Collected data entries
---

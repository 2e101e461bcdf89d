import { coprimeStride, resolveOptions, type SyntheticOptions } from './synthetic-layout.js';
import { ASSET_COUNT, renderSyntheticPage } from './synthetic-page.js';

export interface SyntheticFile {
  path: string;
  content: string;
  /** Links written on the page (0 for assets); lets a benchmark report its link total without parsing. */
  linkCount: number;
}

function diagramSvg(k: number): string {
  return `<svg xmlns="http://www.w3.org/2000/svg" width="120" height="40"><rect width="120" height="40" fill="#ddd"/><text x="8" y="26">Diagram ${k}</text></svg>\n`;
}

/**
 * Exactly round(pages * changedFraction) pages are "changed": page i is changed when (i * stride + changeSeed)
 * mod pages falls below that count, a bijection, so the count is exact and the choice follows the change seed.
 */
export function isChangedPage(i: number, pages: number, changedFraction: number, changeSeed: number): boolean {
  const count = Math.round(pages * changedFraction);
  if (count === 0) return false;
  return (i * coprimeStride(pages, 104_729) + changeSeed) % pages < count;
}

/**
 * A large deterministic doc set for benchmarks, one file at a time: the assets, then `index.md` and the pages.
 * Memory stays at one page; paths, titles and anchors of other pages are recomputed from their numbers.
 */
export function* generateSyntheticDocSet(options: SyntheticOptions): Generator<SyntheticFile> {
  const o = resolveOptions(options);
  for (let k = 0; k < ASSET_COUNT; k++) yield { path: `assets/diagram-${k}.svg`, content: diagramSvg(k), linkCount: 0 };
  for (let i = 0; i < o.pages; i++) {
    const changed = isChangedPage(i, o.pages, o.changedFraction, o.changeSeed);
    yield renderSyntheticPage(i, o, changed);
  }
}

---

Your answer should be the lines from the one containing "for (let k = 0;" through the last line of the records, repeated exactly and with nothing added.

  for (let k = 0; k < ASSET_COUNT; k++) yield { path: `assets/diagram-${k}.svg`, content: diagramSvg(k), linkCount: 0 };
  for (let i = 0; i < o.pages; i++) {
    const changed = isChangedPage(i, o.pages, o.changedFraction, o.changeSeed);
    yield renderSyntheticPage(i, o, changed);
  }
}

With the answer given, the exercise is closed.